### Aim of the exercise
Exactly reproduce the data from its first line through the line with "byte order mark", leaving out every line after it.
Source records Start Marker
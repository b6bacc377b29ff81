// parse_csv against RFC 4180 (the rules are cited by their numbers in its section 2) and against the
// mistakes that data jobs make.
#include <algorithm>
#include <chrono>
#include <string>

#include "expect.h"
#include "strategies/digest/sha256.h"

namespace nightweigh::feed {
namespace {

const Limits limits;
ParsedBatch csv(std::string_view text) {
  return parse_csv(text, limits);
}
// One row of date, instrument and the given close.
ParsedBatch with_close(std::string_view close) {
  return csv("date,instrument,close\n2026-03-02,ALDER," + std::string(close) + "\n");
}
ParsedBatch with(const std::string& column, std::string_view value) {
  return csv("date,instrument,close," + column + "\n2026-03-02,ALDER,61.20," + std::string(value) + "\n");
}

TEST_CASE("a plain batch") {
  const std::string text =
      "date,instrument,close,revision,dividend,split\n"
      "2026-03-02,ALDER,61.20,,,\n"
      "2026-03-02,BRINE,7,3,0.25,2\n";
  const ParsedBatch batch = csv(text);
  INFO(all_messages(batch));
  REQUIRE(batch.ok());
  CHECK(batch.digest == sha256_hex(text));
  REQUIRE(batch.rows.size() == 2);
  CHECK(batch.rows[0].row == 1);
  CHECK(batch.rows[0].close ==
        Close{*Date::parse("2026-03-02"), "ALDER", 0, *Decimal::parse("61.2"), {}, {}});
  CHECK(batch.rows[1].close ==
        Close{*Date::parse("2026-03-02"), "BRINE", 3, Decimal(7), *Decimal::parse("0.25"), Decimal(2)});
}

TEST_CASE("the digest is SHA-256 of the bytes (value of `printf 'abc' | sha256sum`, FIPS 180-4 example)") {
  CHECK(csv("abc").digest == "ba7816bf8f01cfea414140de5dae2223b00361a396177a9cb410ff61f20015ad");
}

TEST_CASE("columns in any order; forms that RFC 4180 allows") {
  for (const std::string_view text : {
           "close,date,instrument\n61.20,2026-03-02,ALDER\n",
           "close,date,instrument\r\n61.20,2026-03-02,ALDER\r\n",  // 2.1 CRLF
           "close,date,instrument\n61.20,2026-03-02,ALDER",        // 2.2 no last line break
           "\"close\",\"date\",\"instrument\"\n\"61.20\",\"2026-03-02\",\"ALDER\"\n",  // 2.5 quotes
           "\xEF\xBB\xBF"
           "close,date,instrument\n61.20,2026-03-02,ALDER\n",        // byte order mark
           "close,date,instrument\n61.20,2026-03-02,ALDER\n\n\r\n",  // empty lines at the end
       }) {
    const ParsedBatch batch = csv(text);
    INFO(text << all_messages(batch));
    REQUIRE(batch.ok());
    REQUIRE(batch.rows.size() == 1);
    CHECK(batch.rows[0].close.instrument == "ALDER");
    CHECK(batch.rows[0].close.close == *Decimal::parse("61.2"));
  }
}

TEST_CASE(
    "quoted fields keep commas, line breaks and doubled quotes, and rows are still counted (2.6, 2.7)") {
  // None of these is a good id; the messages show what was read.
  expect_one(csv("date,instrument,close\n2026-03-02,\"AL,DER\",1\n"), 1, "instrument", "\"AL,DER\"");
  expect_one(csv("date,instrument,close\n2026-03-02,\"AL\"\"DER\"\"\",1\n"), 1, "instrument",
             "\"AL\"DER\"\"");
  expect_one(csv("date,instrument,close\n2026-03-02,ALDER,1\n2026-03-02,\"AL\r\nDER\",1\n"), 2, "instrument",
             "AL\\x0d\\x0aDER");
  const ParsedBatch batch = csv("date,instrument,close\n2026-03-02,\"A\n\",1\n2026-03-02,\"B \"\"\",x\n");
  REQUIRE(batch.errors.size() == 3);
  CHECK(batch.errors[2].row == 2);
  CHECK(batch.errors[2].value == "x");
}

TEST_CASE("broken CSV") {
  expect_one(csv("date,instrument,close\n2026-03-02,ALDER,1\n2026-03-02,\"ALDER,1\n"), 2, "", "never closed");
  expect_one(csv("date,instrument,close\n2026-03-02,\"ALDER\"X,1\n"), 1, "", "text after a closing quote");
  expect_one(csv("date,instrument,close\n2026-03-02,AL\"DER,1\n"), 1, "", "quote inside an unquoted field");
  expect_one(csv("date,instrument,close\n2026-03-02,ALDER,1\r2026-03-03,ALDER,1\r"), 1, "",
             "carriage return");
  expect_one(csv("date,instrument,close\n2026-03-02,ALDER,61,20\n"), 1, "",
             "has 4 fields where the header has 3");
  expect_one(csv("date,instrument,close\n2026-03-02,ALDER\n"), 1, "", "has 2 fields where the header has 3");
  expect_one(csv("date,instrument,close\n2026-03-02,ALDER,1\n\n2026-03-03,ALDER,1\n"), 2, "",
             "is an empty line");
  expect_one(csv(""), 0, "", "no header row");
  expect_one(csv("\n"), 0, "", "no header row");
  expect_one(csv("\xEF\xBB\xBF"), 0, "", "no header row");
  expect_one(csv("date,instrument,close\n"), 0, "", "has no rows");
  expect_one(csv("date,instrument,close"), 0, "", "has no rows");
  expect_one(csv("date;instrument;close\n2026-03-02;ALDER;61,20\n"), 0, "", "not separated by commas");
  expect_one(csv("date\tinstrument\tclose\n"), 0, "", "not separated by commas");
}

TEST_CASE("columns are refused by name") {
  expect_one(csv("date,instrument\n2026-03-02,ALDER\n"), 0, "close", "missing from the header row");
  expect_one(csv("date,instrument,close,close\n"), 0, "close", "stands twice");
  expect_one(csv("date,instrument,close,remark\n"), 0, "remark", "unknown column");
  expect_one(csv("date,instrument,close,\n"), 0, "", "without a name");
  const ParsedBatch spaced = csv("date, instrument,close\n");
  REQUIRE(spaced.errors.size() == 2);  // unknown " instrument", and instrument is missing
  CHECK(contains(spaced.errors[0].message(), "Write it as instrument: lower case, without spaces"));
  for (const std::string name : {"volume", "pay_date", "relative", "currency"}) {
    expect_one(csv("date,instrument,close," + name + "\n2026-03-02,ALDER,1,2\n"), 0, name,
               "this version does not read the column " + name + ". Leave it out", ErrorKind::not_built);
  }
  std::string wide = "date,instrument,close";
  for (int i = 0; i < 1'000'000; ++i) wide += ',';
  expect_one(csv(wide), 0, "", "more than 32 columns", ErrorKind::limit);
  expect_one(csv("date,instrument,close\n" + std::string(1'000'000, ',')), 1, "", "has 1000001 fields");
}

TEST_CASE("encoding") {
  expect_one(csv("date,instrument,close\n2026-03-02,ALDER,1\n2026-03-02,\xC4LDER,1\n"), 2, "",
             "is not valid UTF-8 at byte 53: \"\\xc4LDER");
  // Overlong, surrogate, beyond U+10FFFF, cut: RFC 3629 sections 3 and 10.
  for (const std::string_view bad :
       {"\xC0\xAF", "\xED\xA0\x80", "\xF4\x90\x80\x80", "\xE2\x82", "\x80", "\xFF"}) {
    expect_one(csv("date,instrument,close\n2026-03-02,A" + std::string(bad)), 1, "",
               "is not valid UTF-8 at byte 35");
  }
  expect_one(csv("date,instrument,close\n2026-03-02,A" + std::string(1, '\0') + "B,1\n"), 1, "",
             "NUL byte at byte 35");
  std::string utf16 = "\xFF\xFE";
  for (const char c : std::string("date,instrument,close\n")) utf16 += std::string{c, '\0'};
  expect_one(csv(utf16), 0, "", "looks like UTF-16");
  expect_one(csv(utf16.substr(2)), 0, "", "looks like UTF-16");
  // Well-formed UTF-8 is no fault of encoding, but no id either.
  expect_one(csv("date,instrument,close\n2026-03-02,\xC3\x84LDER,1\n"), 1, "instrument", "\"\xC3\x84LDER\"");
}

TEST_CASE("closes that are no plain positive numbers are refused with the remedy that fits") {
  const struct {
    std::string_view value, words;
  } cases[] = {
      {"", "is empty"},
      {"abc", "is not a decimal number: \"abc\". Write a decimal number like 61.20"},
      {"12a", "is not a decimal number"},
      {"0x10", "is not a decimal number"},
      {"1_000", "is not a decimal number"},
      {"-", "is not a decimal number"},
      {".", "is not a decimal number"},
      {"1.2.3", "is not a decimal number"},
      {"--1", "is not a decimal number"},
      {"\xE2\x82\xAC"
       "61",
       "is not a decimal number"},
      {"inf", "is not a finite number"},
      {"-Infinity", "is not a finite number"},
      {"nan", "is not a finite number"},
      {"NaN(1)", "is not a finite number"},
      {"1e5", "is written with an exponent"},
      {"6.12E+1", "is written with an exponent"},
      {"\"1,5\"", "has a comma"},
      {"\"1,234.50\"", "has a comma"},
      {"12.", "ends with the decimal point"},
      {".5", "starts with the decimal point"},
      {"+61", "has a plus sign"},
      {" 61", "has spaces around it"},
      {"61 ", "has spaces around it"},
      {"\t61", "has spaces around it"},
      {"0", "is zero"},
      {"0.000", "is zero"},
      {"-0", "is zero"},
      {"-61.20", "is negative"},
      {"1234567890123", "more than 12 digits before the point"},
      {"1.12345678901", "more than 10 after it"},
  };
  for (const auto& test : cases) {
    INFO(std::string(test.value));
    expect_one(with_close(test.value), 1, "close", test.words);
  }
  // A field of a megabyte is shown in part.
  const ParsedBatch huge = with_close(std::string(1'000'000, '9'));
  expect_one(huge, 1, "close", "more than 12 digits");
  CHECK(huge.errors[0].value.size() < 200);
}

TEST_CASE("closes at the edges of what is allowed") {
  for (const auto& [text, plain] : {std::pair{"999999999999.9999999999", "999999999999.9999999999"},
                                    {"0.0000000001", "0.0000000001"},
                                    {"0000000000000061.2000000000000", "61.2"}}) {
    const ParsedBatch batch = with_close(text);
    INFO(all_messages(batch));
    REQUIRE(batch.ok());
    CHECK(batch.rows[0].close.close.to_string() == plain);
  }
}

TEST_CASE("dates and instruments") {
  for (const auto& [date, words] : {std::pair{"", "is empty"},
                                    {"2026-3-2", "is not an ISO 8601 date"},
                                    {"20260302", "is not an ISO 8601 date"},
                                    {"02.03.2026", "is not an ISO 8601 date"},
                                    {"2026-03-02T00:00:00", "is not an ISO 8601 date"},
                                    {" 2026-03-02", "is not an ISO 8601 date"},
                                    {"2026-02-29", "is not a day of the calendar"},
                                    {"2026-13-01", "is not a day of the calendar"},
                                    {"2026-00-10", "is not a day of the calendar"},
                                    {"0026-03-02", "is not a year from 1900 to 2199"},
                                    {"2200-01-01", "is not a year from 1900 to 2199"}}) {
    expect_one(csv("date,instrument,close\n" + std::string(date) + ",ALDER,1\n"), 1, "date", words);
  }
  CHECK(csv("date,instrument,close\n2024-02-29,ALDER,1\n").ok());
  for (const auto& [id, words] :
       {std::pair{"", "is empty"},
        {"alder", "is not the form of an instrument's id"},
        {" ALDER", "is not the form of an instrument's id"},
        {".ALDER", "is not the form of an instrument's id"},
        {"A123456789012345678901234567890123", "is not the form of an instrument's id"},
        {"CASH", "is the name of the cash line"}}) {
    expect_one(csv("date,instrument,close\n2026-03-02," + std::string(id) + ",1\n"), 1, "instrument", words);
  }
}

TEST_CASE("revision, dividend, split") {
  for (const auto& [text, value] :
       {std::pair{"", 0}, {"0", 0}, {"1", 1}, {"999999", 999999}, {"000012", 12}}) {
    const ParsedBatch batch = with("revision", text);
    REQUIRE(batch.ok());
    CHECK(batch.rows[0].close.revision == value);
  }
  for (const std::string_view text : {"-1", "1.0", "1e3", "1000000", "99999999999999999999", "x", " 1"}) {
    expect_one(with("revision", text), 1, "revision", "is not a whole number from 0 to 999999");
  }
  for (const std::string_view none : {"", "0", "0.00", "-0"}) {
    const ParsedBatch batch = with("dividend", none);
    REQUIRE(batch.ok());
    CHECK_FALSE(batch.rows[0].close.dividend.has_value());
  }
  CHECK(with("dividend", "0.55").rows.at(0).close.dividend == *Decimal::parse("0.55"));
  expect_one(with("dividend", "-0.55"), 1, "dividend", "is negative");
  expect_one(with("dividend", "5%"), 1, "dividend", "is not a decimal number");
  for (const std::string_view none : {"", "1", "1.000"}) {
    const ParsedBatch batch = with("split", none);
    REQUIRE(batch.ok());
    CHECK_FALSE(batch.rows[0].close.split.has_value());
  }
  CHECK(with("split", "0.1").rows.at(0).close.split == *Decimal::parse("0.1"));
  CHECK(with("split", "0.000001").ok());
  CHECK(with("split", "1000000").ok());
  expect_one(with("split", "0.0000009"), 1, "split", "is not between 0.000001 and 1000000");
  expect_one(with("split", "1000000.1"), 1, "split", "is not between 0.000001 and 1000000");
  expect_one(with("split", "0"), 1, "split", "is zero");
  expect_one(with("split", "-2"), 1, "split", "is negative");
  expect_one(with("split", "3:2"), 1, "split", "Write the split as a decimal number: 1.5 for 3:2",
             ErrorKind::not_built);
}

TEST_CASE("repetitions are dropped, contradictions name both rows") {
  const ParsedBatch same = csv(
      "date,instrument,close,split\n2026-03-02,ALDER,61.20,\n2026-03-02,BRINE,5,\n2026-03-02,ALDER,61.2,1\n");
  INFO(all_messages(same));
  REQUIRE(same.ok());
  REQUIRE(same.rows.size() == 2);
  CHECK(same.rows[0].row == 1);
  CHECK(same.rows[1].close.instrument == "BRINE");

  expect_one(
      csv("date,instrument,close\n2026-03-02,ALDER,61.20\n2026-03-02,BRINE,5\n2026-03-02,ALDER,61.30\n"), 3,
      "close", "contradicts row 1, which says 61.2 for ALDER on 2026-03-02, revision 0: \"61.3\"");
  expect_one(csv("date,instrument,close,dividend\n2026-03-02,ALDER,61,\n2026-03-02,ALDER,61,0.5\n"), 2,
             "dividend", "contradicts row 1, which says none");
  // Another revision is another row; so is another date.
  CHECK(csv("date,instrument,close,revision\n2026-03-02,ALDER,61,\n2026-03-02,ALDER,62,1\n2026-03-03,ALDER,"
            "62,\n")
            .rows.size() == 3);
}

TEST_CASE("every mistake is reported, up to the limit") {
  const ParsedBatch batch =
      csv("date,instrument,close\nx,alder,-1\n2026-03-02,ALDER,1\n2026-03-03,ALDER,y\n");
  REQUIRE(batch.errors.size() == 4);
  CHECK(batch.errors[0].column == "date");
  CHECK(batch.errors[1].column == "instrument");
  CHECK(batch.errors[2].column == "close");
  CHECK(batch.errors[3].row == 3);

  Limits few;
  few.errors_max = 5;
  std::string text = "date,instrument,close\n";
  for (int i = 0; i < 6; ++i) text += "x,ALDER,1\n";
  const ParsedBatch many = parse_csv(text, few);
  REQUIRE(many.errors.size() == 6);
  CHECK(contains(many.errors.back().message(), "more mistakes than these 5"));
  CHECK(parse_csv(text.substr(0, text.size() - 10), few).errors.size() == 5);
}

TEST_CASE("limits") {
  Limits small;
  small.rows_max = 2;
  const std::string two = "date,instrument,close\n2026-03-02,ALDER,1\n2026-03-03,ALDER,1\n";
  CHECK(parse_csv(two, small).ok());
  expect_one(parse_csv(two + "2026-03-04,ALDER,1\n", small), 3, "", "limit of 2 rows", ErrorKind::limit);
  small.bytes_max = two.size();
  CHECK(parse_csv(two, small).ok());
  expect_one(parse_csv(two + "\n", small), 0, "", "more than the limit of", ErrorKind::limit);
}

TEST_CASE("ten thousand rows") {
  std::string text = "date,instrument,close,revision\n";
  for (int day = 0; day < 1000; ++day) {
    for (const char* id :
         {"ALDER", "BRINE", "COPPER", "DRIFT", "EMBER", "FLINT", "GORSE", "HAZEL", "IRON", "JUNIPER"}) {
      text += Date::parse("2020-01-01")->plus_days(day).to_string() + "," + id + "," +
              std::to_string(50 + day % 17) + ".37,0\n";
    }
  }
  std::chrono::duration<double, std::milli> took =
      std::chrono::hours(1);  // the best of a few: others work here too
  for (int i = 0; i < 5; ++i) {
    const auto start = std::chrono::steady_clock::now();
    const ParsedBatch batch = csv(text);
    took = std::min<decltype(took)>(took, std::chrono::steady_clock::now() - start);
    CHECK(batch.rows.size() == 10'000);
  }
  MESSAGE("10,000 rows of CSV, " << text.size() << " bytes: " << took.count() << " ms");
}

}  // namespace
}  // namespace nightweigh::feed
Source records End Marker
### Output of the exercise
repository b6bacc377b29ff81
// parse_csv against RFC 4180 (the rules are cited by their numbers in its section 2) and against the
// mistakes that data jobs make.
#include <algorithm>
#include <chrono>
#include <string>

#include "expect.h"
#include "strategies/digest/sha256.h"

namespace nightweigh::feed {
namespace {

const Limits limits;
ParsedBatch csv(std::string_view text) {
  return parse_csv(text, limits);
}
// One row of date, instrument and the given close.
ParsedBatch with_close(std::string_view close) {
  return csv("date,instrument,close\n2026-03-02,ALDER," + std::string(close) + "\n");
}
ParsedBatch with(const std::string& column, std::string_view value) {
  return csv("date,instrument,close," + column + "\n2026-03-02,ALDER,61.20," + std::string(value) + "\n");
}

TEST_CASE("a plain batch") {
  const std::string text =
      "date,instrument,close,revision,dividend,split\n"
      "2026-03-02,ALDER,61.20,,,\n"
      "2026-03-02,BRINE,7,3,0.25,2\n";
  const ParsedBatch batch = csv(text);
  INFO(all_messages(batch));
  REQUIRE(batch.ok());
  CHECK(batch.digest == sha256_hex(text));
  REQUIRE(batch.rows.size() == 2);
  CHECK(batch.rows[0].row == 1);
  CHECK(batch.rows[0].close ==
        Close{*Date::parse("2026-03-02"), "ALDER", 0, *Decimal::parse("61.2"), {}, {}});
  CHECK(batch.rows[1].close ==
        Close{*Date::parse("2026-03-02"), "BRINE", 3, Decimal(7), *Decimal::parse("0.25"), Decimal(2)});
}

TEST_CASE("the digest is SHA-256 of the bytes (value of `printf 'abc' | sha256sum`, FIPS 180-4 example)") {
  CHECK(csv("abc").digest == "ba7816bf8f01cfea414140de5dae2223b00361a396177a9cb410ff61f20015ad");
}

TEST_CASE("columns in any order; forms that RFC 4180 allows") {
  for (const std::string_view text : {
           "close,date,instrument\n61.20,2026-03-02,ALDER\n",
           "close,date,instrument\r\n61.20,2026-03-02,ALDER\r\n",  // 2.1 CRLF
           "close,date,instrument\n61.20,2026-03-02,ALDER",        // 2.2 no last line break
           "\"close\",\"date\",\"instrument\"\n\"61.20\",\"2026-03-02\",\"ALDER\"\n",  // 2.5 quotes
           "\xEF\xBB\xBF"
           "close,date,instrument\n61.20,2026-03-02,ALDER\n",        // byte order mark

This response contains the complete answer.